(REQUIREMENT): For the data that follows, report how many lines contain the word "export", and nothing else.

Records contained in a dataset
-- Opening Marker --
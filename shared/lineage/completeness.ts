import { whole } from '../badValue';
import { OUTSIDE, rowFinder } from './parentOptions';
import type { PedigreeEntry } from './pedigree';
import { type SortedPedigree, sortPedigree } from './sortedPedigree';

/**
 * Complete generation equivalents of `id`: the sum over its known ancestors of (1/2)^n, n generations back (Maignel et al.
 * 1996). 3 can be three full generations or more with gaps. Possible parents count by their share. Throws `unknownId`.
 */
export function equivalentGenerations(pedigree: PedigreeEntry[], id: string): number {
  const sorted = sortPedigree(pedigree);
  return ofFamilies(sorted)[familyOf(sorted, rowFinder(sorted.rowOf)(id))] ?? 0;
}

/** `equivalentGenerations` of every entry, in one pass. */
export function allEquivalentGenerations(pedigree: PedigreeEntry[]): Map<string, number> {
  const sorted = sortPedigree(pedigree);
  const depth = ofFamilies(sorted);
  return new Map(sorted.ids.map((id, row) => [id, depth[familyOf(sorted, row)] ?? 0]));
}

const familyOf = (sorted: SortedPedigree, row: number): number => sorted.familyOf[sorted.nodeOf[row] ?? 0] ?? 0;

/** A draw is no generation of its own: it passes on how surely it is known and what is known behind it. */
function ofFamilies(sorted: SortedPedigree): Float64Array {
  const { parents, isDraw, outside } = sorted;
  const depth = new Float64Array(sorted.families);
  for (let family = 0; family < sorted.families; family += 1) {
    let sum = 0;
    for (let at = parents.start[family] ?? 0; at < (parents.start[family + 1] ?? 0); at += 1) {
      const parent = sorted.familyOf[parents.node[at] ?? 0] ?? 0;
      const known = isDraw[parent] === 1 ? 1 - (outside[parent] ?? 0) : 1;
      sum += (parents.share[at] ?? 0) * ((isDraw[family] === 1 ? 0 : known) + (depth[parent] ?? 0));
    }
    depth[family] = sum;
  }
  return depth;
}

/**
 * How complete the pedigree of `id` is over `depth` generations, 0 to 1: of the sire's side, of the dam's, and their
 * harmonic mean (MacCluer et al. 1983, with each side from 0 to 1). One side empty makes it 0, for no inbreeding could show.
 * Throws `unknownId`, and a `BadValue` for a depth that is not a whole number from 1.
 */
export function pedigreeCompleteness(
  pedigree: PedigreeEntry[],
  id: string,
  depth: number,
): { sire: number; dam: number; index: number } {
  whole('depth', depth, 1);
  const sorted = sortPedigree(pedigree);
  const family = familyOf(sorted, rowFinder(sorted.rowOf)(id));
  const sire = sideOf(sorted, parentsOf(sorted, family, 'sire'), depth);
  const dam = sideOf(sorted, parentsOf(sorted, family, 'dam'), depth);
  return { sire, dam, index: sire > 0 && dam > 0 ? (2 * sire * dam) / (sire + dam) : 0 };
}

/** Expected number of times that each node stands in one generation of one side. */
type Generation = Map<number, number>;

function sideOf(sorted: SortedPedigree, first: Generation, depth: number): number {
  let sum = 0;
  let generation = settled(sorted, first);
  for (let back = 0; back < depth && generation.size > 0; back += 1) {
    sum += [...generation.values()].reduce((heads, count) => heads + count, 0) / 2 ** back;
    const before: Generation = new Map();
    for (const [node, count] of generation) {
      for (const side of ['sire', 'dam'] as const) {
        addAll(before, parentsOf(sorted, sorted.familyOf[node] ?? 0, side), count);
      }
    }
    generation = settled(sorted, before);
  }
  return sum / depth;
}

function parentsOf({ pairs }: SortedPedigree, family: number, side: 'sire' | 'dam'): Generation {
  const found: Generation = new Map();
  for (let at = pairs.start[family] ?? 0; at < (pairs.start[family + 1] ?? 0); at += 1) {
    const parent = pairs[side][at] ?? OUTSIDE;
    if (parent !== OUTSIDE) found.set(parent, (found.get(parent) ?? 0) + (pairs.weight[at] ?? 0));
  }
  return found;
}

/** Replaces each draw by its candidates. */
function settled(sorted: SortedPedigree, generation: Generation): Generation {
  const found: Generation = new Map();
  for (const [node, count] of generation) {
    const family = sorted.familyOf[node] ?? 0;
    if (sorted.isDraw[family] === 1) addAll(found, parentsOf(sorted, family, 'sire'), count);
    else addAll(found, new Map([[node, 1]]), count);
  }
  return found;
}

function addAll(to: Generation, more: Generation, times: number): void {
  for (const [node, count] of more) to.set(node, (to.get(node) ?? 0) + count * times);
}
-- Closing Marker --
(REPLY TO THE EXERCISE): 3